Requirement: Retype every entry in its entirety, without alteration.

· · ·

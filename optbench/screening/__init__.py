"""Screening a universe of underlyings: one comparison per scenario folder, run in
local processes or on a Dask distributed cluster, gathered into one ranked table."""
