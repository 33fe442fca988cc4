"""The loaders stay cheap to import: ``optbench compare`` must start fast, and
scipy.stats / scipy.signal cost about a second each on the development machine."""
from __future__ import annotations

import subprocess
import sys


def test_loaders_import_no_scipy_and_no_ui():
    code = ("import sys\n"
            "from optbench.data.scenario import load_scenario\n"
            "from optbench.data.chain import load_chain\n"
            "from optbench.data.history import load_history\n"
            "import optbench.data.occ, optbench.data.validate\n"
            "bad = [m for m in sys.modules if m.split('.')[0] in ('scipy', 'textual', 'rich')]\n"
            "print(','.join(sorted(bad)))")
    out = subprocess.run([sys.executable, "-c", code], capture_output=True, text=True,
                         check=True)
    assert out.stdout.strip() == ""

· · ·

Expected answer:
filename optbench/screening/__init__.py
"""Screening a universe of underlyings: one comparison per scenario folder, run in
local processes or on a Dask distributed cluster, gathered into one ranked table."""
repository 33fe442fca988cc4
"""The loaders stay cheap to import: ``optbench compare`` must start fast, and
scipy.stats / scipy.signal cost about a second each on the development machine."""
from __future__ import annotations

import subprocess
import sys


def test_loaders_import_no_scipy_and_no_ui():
    code = ("import sys\n"
            "from optbench.data.scenario import load_scenario\n"
            "from optbench.data.chain import load_chain\n"
            "from optbench.data.history import load_history\n"
            "import optbench.data.occ, optbench.data.validate\n"
            "bad = [m for m in sys.modules if m.split('.')[0] in ('scipy', 'textual', 'rich')]\n"
            "print(','.join(sorted(bad)))")
    out = subprocess.run([sys.executable, "-c", code], capture_output=True, text=True,
                         check=True)
    assert out.stdout.strip() == ""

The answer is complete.